Has anyone else seen a recent (within last two weeks) drop in trading power for SA?  My Sudwala week which was pulling almost 125,000 has now dropped to a little over 119,000. Another RCI disenhancement perhaps?


----------



## rickandcindy23 (Sep 12, 2009)

I think it's a lack of inventory.


----------



## stevedmatt (Sep 12, 2009)

I agree that this has happened. A bunch of 2 BR units in 2 destinations I have been looking (Orlando and Vegas) have totally disappeared using one of my deposits, but still remain with another deposit. I am sure that the week I was searching with saw both of these before. That was only about 1 week ago.


----------



## carl2591 (Sep 13, 2009)

that not a drop in trading power.. like rick said that a lack of inventory..

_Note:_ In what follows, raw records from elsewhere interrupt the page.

# ------------------------------------------------------------------------------------------------------ mixture
def test_mixture_condenses_with_its_glide():
    mix = rv.fluids.condensing_curve(mixture="HEOS::n-Pentane[0.5]&n-Hexane[0.5]", pressure="1.5 bar")
    assert mix.t_dew - mix.t_bubble > 3.0
    hx = exchanger()
    r = rv.rate(hx, rv.Service(shell=rv.Stream(mix, 3.0, quality=1.0), tube=rv.Stream(WATER, 60.0, "25 degC")))
    cond = r.increments[r.increments.zone == "condensing"]
    assert (cond["T"].diff().dropna() <= 1e-9).all()  # the temperature glides down the curve (definition)
    # Bell & Ghaly lowers the condensing coefficient below the film's where Z > 0: h_condensing <= film
    assert (cond["h_condensing"] <= cond["h_film"] * (1 + 1e-12)).all()
    assert (cond["h_condensing"] < cond["h_film"]).any()
    # CoolProp's mixture model directly: enthalpy of the saturated vapour at 1.5 bar less that of the subcooled
    # outlet (the condensate's enthalpy barely depends on the small pressure drop)
    assert r.quality_out == 0.0
    state = CP.AbstractState("HEOS", "n-Pentane&n-Hexane")
    state.set_mole_fractions([0.5, 0.5])
    state.update(CP.PQ_INPUTS, 1.5e5, 1.0)
    h_in = state.hmass()
    state.update(CP.PT_INPUTS, 1.5e5, float(r.t_out_shell))
    assert r.duty == pytest.approx(3.0 * (h_in - state.hmass()), rel=5e-3)


def test_air_cooled_condenser_sweep_more_air_more_duty():
    ac = rv.AirCooler(bays=1, bundles_per_bay=2, tube_rows=4, tubes_per_row=30, tube_passes=2, tube_length="6 m",
                      tube_od="25.4 mm", tube_wall="2.11 mm", transverse_pitch="63.5 mm", row_pitch="55 mm",
                      fin=rv.Fin(height="15.9 mm", thickness="0.4 mm", per_length="394 /m"))
    velocity = np.array([2.0, 3.0, 4.0])
    svc = rv.AirService(tube=rv.Stream(VAPOUR, "3 kg/s", quality=1.0), air_in="30 degC", face_velocity=velocity)
    r = rv.rate(ac, svc)
    assert r.duty.shape == (3,)
    assert np.all(np.diff(r.duty) > 0)  # more air, more duty (law)
    assert np.all(r.t_out_air > 303.15) and np.all(r.t_out_air < r.service.tube.t_in)
    one = rv.rate(ac, svc.replace(face_velocity=3.0))
    assert one.duty == pytest.approx(r.duty[1], rel=1e-6)  # the sweep is the cases one by one
    z = r.zones[r.zones.case == 1]
    assert z["duty"].sum() == pytest.approx(r.duty[1], rel=1e-9)  # two bundles: the zones are the whole cooler
    assert z["area"].sum() == pytest.approx(r.area, rel=1e-6)


# ------------------------------------------------------------------------------------------------------ films
def test_in_tube_condensing_film_against_ht():
    hx = exchanger()
    r = rv.rate(hx, tube_condenser(flow=4.0, water=60.0))
    cond = r.increments[r.increments.zone == "condensing"]
    m_tube = 4.0 / float(hx.tubes_per_pass)
    p_crit = PropsSI("pcrit", HEXANE)  # CoolProp
    for _, row in cond.iterrows():
        # ht.condensation.Shah (Bell): Shah (1979) at the engine's state (reduced pressure at the inlet pressure)
        shah = ht.condensation.Shah(m=m_tube, x=row.x, D=float(hx.tube_id), rhol=row.rho_l, mul=row.mu_l,
                                    kl=row.k_l, Cpl=row.cp_l, P=P_HEX, Pc=p_crit)
        assert row.h_film >= shah * (1 - 1e-9)  # the larger of Shah and the stratified form
    upper = cond[cond.x > 0.3]
    shah_upper = [ht.condensation.Shah(m=m_tube, x=row.x, D=float(hx.tube_id), rhol=row.rho_l, mul=row.mu_l,
                                       kl=row.k_l, Cpl=row.cp_l, P=P_HEX, Pc=p_crit) for _, row in upper.iterrows()]
    # at these mass fluxes and qualities Shah governs (annular flow): the engine's film is Shah's value
    assert np.allclose(upper.h_film, shah_upper, rtol=1e-9)


def test_shell_condensing_film_from_the_published_equations(full_shell):
    hx = exchanger()
    inc = full_shell.increments
    cond = inc[inc.zone == "condensing"]
    rows_vertical = math.pi / 4.0 * hx.bell().Dctl / hx.bell().pitch_parallel  # the model's stated estimate
    g = 9.80665
    h_fg = h_mass(Q=1.0) - h_mass(Q=0.0)  # CoolProp latent heat at the inlet pressure
    for _, row in cond.iloc[[0, len(cond) // 2, -1]].iterrows():
        d = float(hx.tube_od)
        # Nusselt (1916) horizontal tube, 0.725 [rho_l (rho_l - rho_v) g h_fg k_l^3 / (mu_l dT d)]^(1/4), with Kern's
        # N^(-1/6) (Kern 1958)
        h_grav = 0.725 * (row.rho_l * (row.rho_l - row.rho_v) * g * h_fg * row.k_l ** 3
                          / (row.mu_l * row.dT_film * d)) ** 0.25 * rows_vertical ** (-1 / 6)
        # Shekriladze & Gomelauri (1966): Nu = 0.59 Re^(1/2), Re = rho_l u_v d / mu_l
        h_shear = 0.59 * math.sqrt(row.rho_l * row.u_vapour * d / row.mu_l) * row.k_l / d
        # Butterworth (1977): h^2 = h_sh^2 / 2 + sqrt(h_sh^4 / 4 + h_gr^4)
        expected = math.sqrt(0.5 * h_shear ** 2 + math.sqrt(0.25 * h_shear ** 4 + h_grav ** 4))
        assert row.h_film == pytest.approx(expected, rel=1e-3)


def test_stream_replace_moves_to_the_new_saturation():
    s = rv.Stream(VAPOUR, 4.0, quality=0.8)
    other = s.replace(fluid=rv.fluids.pure(HEXANE, pressure=3e5))
    # CoolProp: saturation temperature of n-hexane at 3 bar
    assert other.t_in == pytest.approx(PropsSI("T", "P", 3e5, "Q", 1.0, HEXANE), abs=1e-6)
    assert other.quality == 0.8 and s.replace(flow=5.0).t_in == s.t_in


def test_vapour_beyond_the_tabulated_superheat_is_refused():
    t_in = PropsSI("T", "P", P_HEX, "Q", 1.0, HEXANE) + 400.0
    with pytest.raises(InputError) as exc:
        rv.rate(exchanger(), shell_condenser(phase="vapour", t_in=t_in))
    assert exc.value.field == "service.shell.t_in"


def test_default_increments_resolve_the_path():
    # the default cut against a three times finer one (numerical convergence; no outside number needed)
    t_in = PropsSI("T", "P", P_HEX, "Q", 1.0, HEXANE) + 30.0
    svc = tube_condenser(flow=4.0, water=30.0, phase="vapour", t_in=t_in)
    coarse = rv.rate(exchanger(), svc)
    fine = rv.rate(exchanger(), svc, increments=48)
    assert coarse.duty == pytest.approx(fine.duty, rel=1e-3)
    assert coarse.t_out_tube == pytest.approx(fine.t_out_tube, abs=0.2)


@settings(max_examples=3, deadline=None)
@given(flow=st.floats(2.0, 10.0), fouling=st.floats(1e-4, 1e-3))
def test_fouling_never_more_duty_and_zones_add_up(flow, fouling):
    clean = rv.rate(exchanger(), tube_condenser(flow=flow, water=40.0))
    fouled = rv.rate(exchanger(), tube_condenser(flow=flow, water=40.0).replace(fouling_tube=fouling))
    assert fouled.duty <= clean.duty * (1 + 1e-9)  # a deposit only adds resistance (law)
    for r in (clean, fouled):
        # energy along the curve: the zones' duties and areas add up to the whole (conservation, definition)
        assert r.zones["duty"].sum() == pytest.approx(r.duty, rel=1e-9)
        assert r.zones["area"].sum() == pytest.approx(r.area, rel=1e-6)
        assert r.increments["duty"].sum() == pytest.approx(r.duty, rel=1e-9)


def test_parallel_units_share_the_load():
    one = rv.rate(exchanger(), tube_condenser(flow=4.0, water=40.0))
    two = rv.rate(exchanger(shells_parallel=2), tube_condenser(flow=8.0, water=80.0))
    # two identical trains in parallel, each with the single train's flows: twice the duty, same outlets (definition)
    assert two.duty == pytest.approx(2.0 * one.duty, rel=1e-6)
    assert two.t_out_tube == pytest.approx(one.t_out_tube, abs=1e-4)
    assert two.zones["duty"].sum() == pytest.approx(two.duty, rel=1e-9)
    assert two.zones["area"].sum() == pytest.approx(two.area, rel=1e-6)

here its sept and most resorts do annual MF in jan.. I have seen the same with my DIK and Suduala as well.. but to be fair that only 6,000 less WORLD wide..

not bad.. now lets see how it look in mar next year.. might want to write that number down to compare..


----------



## stevedmatt (Sep 13, 2009)

Maybe I didn't explain the situation properly...

1 week ago, 2 deposited weeks both saw 2 BR units at 2 specific resorts for multiple weeks next July. Today, only 1 of those deposits shows the 2BR units, the other no longer does.

That is a drop in trading power.

I already emailed RCI for a reason and have only received the automated response. That was 3 days ago.


----------



## EvelynK72 (Sep 27, 2009)

*Drastic drop in trading power for my Durban Sands*

Oops!  went back to the RCI website to do another search and either there was an issue with my browser or I had a filter on that skewed the results.

Evelyn


----------



## grest (Sep 27, 2009)

My numbers have gone down too.


----------



## itchyfeet (Sep 27, 2009)

I suggest we all bombard RCI with e-mails and phone calls until we can find out what is going on.  I look back at the exchanges I used to get, and I can't believe the drop in trading power!


----------



## DianeV (Sep 27, 2009)

My numbers are down from a couple weeks ago..around 6000 less overall


----------



## stevedmatt (Sep 28, 2009)

My numbers are still down. Almost all of the loss appears to be 2 BR units.


----------